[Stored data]
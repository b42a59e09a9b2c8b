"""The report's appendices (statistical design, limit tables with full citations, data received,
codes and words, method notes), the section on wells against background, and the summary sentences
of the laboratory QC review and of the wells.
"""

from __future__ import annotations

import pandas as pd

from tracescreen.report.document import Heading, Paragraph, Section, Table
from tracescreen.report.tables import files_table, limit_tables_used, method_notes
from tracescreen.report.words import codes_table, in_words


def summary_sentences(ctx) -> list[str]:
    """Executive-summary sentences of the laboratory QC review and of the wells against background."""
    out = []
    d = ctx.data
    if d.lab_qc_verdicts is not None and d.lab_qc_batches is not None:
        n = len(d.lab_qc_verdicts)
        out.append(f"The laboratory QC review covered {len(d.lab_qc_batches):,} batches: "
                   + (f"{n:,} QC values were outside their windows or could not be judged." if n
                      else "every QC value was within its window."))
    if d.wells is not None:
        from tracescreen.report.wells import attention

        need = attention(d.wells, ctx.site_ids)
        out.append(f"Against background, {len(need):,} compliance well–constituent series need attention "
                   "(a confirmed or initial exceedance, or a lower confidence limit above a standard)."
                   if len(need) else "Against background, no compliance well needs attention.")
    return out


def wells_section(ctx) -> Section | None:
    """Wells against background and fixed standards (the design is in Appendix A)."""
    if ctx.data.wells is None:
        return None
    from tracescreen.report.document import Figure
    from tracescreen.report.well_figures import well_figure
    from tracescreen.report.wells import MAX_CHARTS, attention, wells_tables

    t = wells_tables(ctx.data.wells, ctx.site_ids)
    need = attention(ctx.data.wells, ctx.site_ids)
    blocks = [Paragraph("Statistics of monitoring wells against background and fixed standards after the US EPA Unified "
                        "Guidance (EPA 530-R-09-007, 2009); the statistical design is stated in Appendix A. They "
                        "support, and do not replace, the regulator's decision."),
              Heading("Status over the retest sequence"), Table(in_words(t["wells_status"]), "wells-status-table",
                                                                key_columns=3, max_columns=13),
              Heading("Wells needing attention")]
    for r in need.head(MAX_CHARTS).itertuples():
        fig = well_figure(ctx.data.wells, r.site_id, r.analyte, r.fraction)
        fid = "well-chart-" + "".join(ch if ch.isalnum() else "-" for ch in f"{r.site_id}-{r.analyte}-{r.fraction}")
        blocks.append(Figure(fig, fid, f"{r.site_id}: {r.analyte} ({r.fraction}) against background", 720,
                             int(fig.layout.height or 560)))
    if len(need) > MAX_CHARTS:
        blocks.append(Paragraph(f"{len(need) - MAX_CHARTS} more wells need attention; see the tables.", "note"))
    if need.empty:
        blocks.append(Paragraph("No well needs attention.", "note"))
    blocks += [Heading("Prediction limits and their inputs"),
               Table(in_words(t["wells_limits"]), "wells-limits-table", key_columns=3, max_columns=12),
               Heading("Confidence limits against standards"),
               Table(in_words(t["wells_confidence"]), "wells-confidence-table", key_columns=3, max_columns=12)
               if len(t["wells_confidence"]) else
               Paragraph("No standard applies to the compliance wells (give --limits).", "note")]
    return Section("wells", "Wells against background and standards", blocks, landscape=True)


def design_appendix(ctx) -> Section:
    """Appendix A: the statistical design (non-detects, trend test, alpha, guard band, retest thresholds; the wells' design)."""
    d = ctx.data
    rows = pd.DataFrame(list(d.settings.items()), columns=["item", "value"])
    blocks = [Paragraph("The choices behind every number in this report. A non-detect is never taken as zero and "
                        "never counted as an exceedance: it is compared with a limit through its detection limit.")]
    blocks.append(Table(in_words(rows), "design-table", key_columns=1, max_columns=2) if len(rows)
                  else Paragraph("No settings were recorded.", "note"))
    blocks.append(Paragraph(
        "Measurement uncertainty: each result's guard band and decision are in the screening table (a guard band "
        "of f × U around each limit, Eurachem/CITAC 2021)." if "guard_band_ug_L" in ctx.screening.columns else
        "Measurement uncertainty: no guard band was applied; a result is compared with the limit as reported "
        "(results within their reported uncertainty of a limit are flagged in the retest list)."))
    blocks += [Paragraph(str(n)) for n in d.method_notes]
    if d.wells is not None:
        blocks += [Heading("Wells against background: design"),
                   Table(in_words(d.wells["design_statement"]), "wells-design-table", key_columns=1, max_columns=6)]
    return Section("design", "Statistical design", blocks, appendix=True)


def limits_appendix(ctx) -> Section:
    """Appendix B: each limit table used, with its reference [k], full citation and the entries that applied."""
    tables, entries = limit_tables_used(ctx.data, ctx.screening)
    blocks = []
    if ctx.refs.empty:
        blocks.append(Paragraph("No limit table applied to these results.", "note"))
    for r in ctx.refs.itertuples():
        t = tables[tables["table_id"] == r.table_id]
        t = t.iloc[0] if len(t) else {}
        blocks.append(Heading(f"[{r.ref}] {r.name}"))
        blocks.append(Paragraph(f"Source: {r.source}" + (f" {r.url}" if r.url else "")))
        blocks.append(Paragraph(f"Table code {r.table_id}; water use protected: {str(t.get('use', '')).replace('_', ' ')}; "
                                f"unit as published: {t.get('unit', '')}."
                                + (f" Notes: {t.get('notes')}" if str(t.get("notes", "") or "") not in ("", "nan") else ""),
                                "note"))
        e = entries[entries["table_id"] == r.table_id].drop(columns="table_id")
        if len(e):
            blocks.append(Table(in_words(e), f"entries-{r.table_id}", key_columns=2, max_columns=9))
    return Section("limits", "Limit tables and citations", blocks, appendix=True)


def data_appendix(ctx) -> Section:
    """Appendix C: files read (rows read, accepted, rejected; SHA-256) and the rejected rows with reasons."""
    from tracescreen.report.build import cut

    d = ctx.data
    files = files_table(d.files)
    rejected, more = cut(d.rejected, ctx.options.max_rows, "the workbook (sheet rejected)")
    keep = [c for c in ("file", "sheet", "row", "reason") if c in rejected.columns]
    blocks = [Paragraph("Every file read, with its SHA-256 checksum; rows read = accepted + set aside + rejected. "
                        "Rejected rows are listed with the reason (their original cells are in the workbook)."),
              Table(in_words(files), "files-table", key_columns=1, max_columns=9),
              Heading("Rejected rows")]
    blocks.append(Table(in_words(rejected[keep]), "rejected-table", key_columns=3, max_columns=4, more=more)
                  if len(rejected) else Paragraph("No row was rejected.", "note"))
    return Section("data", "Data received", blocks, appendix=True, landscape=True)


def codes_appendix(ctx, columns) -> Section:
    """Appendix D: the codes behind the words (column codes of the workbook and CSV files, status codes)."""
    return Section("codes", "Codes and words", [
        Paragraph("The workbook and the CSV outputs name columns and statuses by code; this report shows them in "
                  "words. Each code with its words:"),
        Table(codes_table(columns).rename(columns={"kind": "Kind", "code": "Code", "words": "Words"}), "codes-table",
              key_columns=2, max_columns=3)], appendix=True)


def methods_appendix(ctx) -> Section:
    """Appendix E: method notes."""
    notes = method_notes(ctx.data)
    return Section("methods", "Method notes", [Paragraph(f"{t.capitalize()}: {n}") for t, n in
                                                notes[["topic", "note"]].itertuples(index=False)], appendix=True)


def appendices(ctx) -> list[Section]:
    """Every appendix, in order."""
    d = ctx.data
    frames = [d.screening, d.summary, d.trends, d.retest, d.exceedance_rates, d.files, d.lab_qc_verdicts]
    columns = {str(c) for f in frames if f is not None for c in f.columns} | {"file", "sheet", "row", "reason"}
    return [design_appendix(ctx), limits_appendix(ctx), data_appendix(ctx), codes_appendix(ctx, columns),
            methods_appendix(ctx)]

--

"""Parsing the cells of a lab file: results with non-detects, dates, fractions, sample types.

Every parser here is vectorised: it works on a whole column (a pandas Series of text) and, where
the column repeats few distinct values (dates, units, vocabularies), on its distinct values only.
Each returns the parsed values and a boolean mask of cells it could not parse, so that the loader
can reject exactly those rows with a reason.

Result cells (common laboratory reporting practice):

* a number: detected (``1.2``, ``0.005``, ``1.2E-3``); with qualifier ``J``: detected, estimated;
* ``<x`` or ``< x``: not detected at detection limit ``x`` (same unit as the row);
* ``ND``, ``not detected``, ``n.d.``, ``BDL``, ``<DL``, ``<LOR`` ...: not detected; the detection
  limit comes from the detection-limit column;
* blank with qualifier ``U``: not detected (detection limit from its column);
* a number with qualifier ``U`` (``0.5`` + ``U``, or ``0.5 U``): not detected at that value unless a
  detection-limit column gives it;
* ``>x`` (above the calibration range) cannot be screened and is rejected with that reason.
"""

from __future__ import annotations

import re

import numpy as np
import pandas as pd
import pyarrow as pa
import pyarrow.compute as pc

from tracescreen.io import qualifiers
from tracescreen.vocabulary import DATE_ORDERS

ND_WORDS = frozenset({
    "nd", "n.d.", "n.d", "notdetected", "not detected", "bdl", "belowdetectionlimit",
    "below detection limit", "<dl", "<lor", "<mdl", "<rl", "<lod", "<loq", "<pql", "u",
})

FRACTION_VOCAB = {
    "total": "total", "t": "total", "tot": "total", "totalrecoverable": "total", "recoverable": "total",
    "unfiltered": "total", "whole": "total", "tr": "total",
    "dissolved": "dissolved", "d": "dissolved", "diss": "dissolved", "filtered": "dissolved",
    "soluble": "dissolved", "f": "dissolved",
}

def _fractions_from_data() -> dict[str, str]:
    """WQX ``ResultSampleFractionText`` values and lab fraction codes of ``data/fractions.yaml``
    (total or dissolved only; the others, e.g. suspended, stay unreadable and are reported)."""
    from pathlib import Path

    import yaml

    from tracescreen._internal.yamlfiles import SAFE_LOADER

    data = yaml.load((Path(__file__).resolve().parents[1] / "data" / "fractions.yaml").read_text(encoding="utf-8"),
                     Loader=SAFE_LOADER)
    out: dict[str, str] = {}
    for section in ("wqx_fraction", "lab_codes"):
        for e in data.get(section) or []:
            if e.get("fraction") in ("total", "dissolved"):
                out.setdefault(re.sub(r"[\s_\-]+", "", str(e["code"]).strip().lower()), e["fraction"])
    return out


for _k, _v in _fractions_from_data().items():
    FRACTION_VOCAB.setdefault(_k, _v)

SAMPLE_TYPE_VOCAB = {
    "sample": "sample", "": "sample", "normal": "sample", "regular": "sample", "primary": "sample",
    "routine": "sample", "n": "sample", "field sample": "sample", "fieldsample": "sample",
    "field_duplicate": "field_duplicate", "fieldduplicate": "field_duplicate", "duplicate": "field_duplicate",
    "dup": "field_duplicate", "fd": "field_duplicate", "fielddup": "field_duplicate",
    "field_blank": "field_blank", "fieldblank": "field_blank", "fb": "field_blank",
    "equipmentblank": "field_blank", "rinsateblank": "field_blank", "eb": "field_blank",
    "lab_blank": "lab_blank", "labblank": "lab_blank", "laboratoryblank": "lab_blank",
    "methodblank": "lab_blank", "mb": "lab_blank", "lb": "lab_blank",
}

### WHAT TO WORK ON
Show every line from the entries above in which "replace" appears.

### SOLUTION FOR THIS EXERCISE
                        "support, and do not replace, the regulator's decision."),
        blocks.append(Paragraph(f"Table code {r.table_id}; water use protected: {str(t.get('use', '')).replace('_', ' ')}; "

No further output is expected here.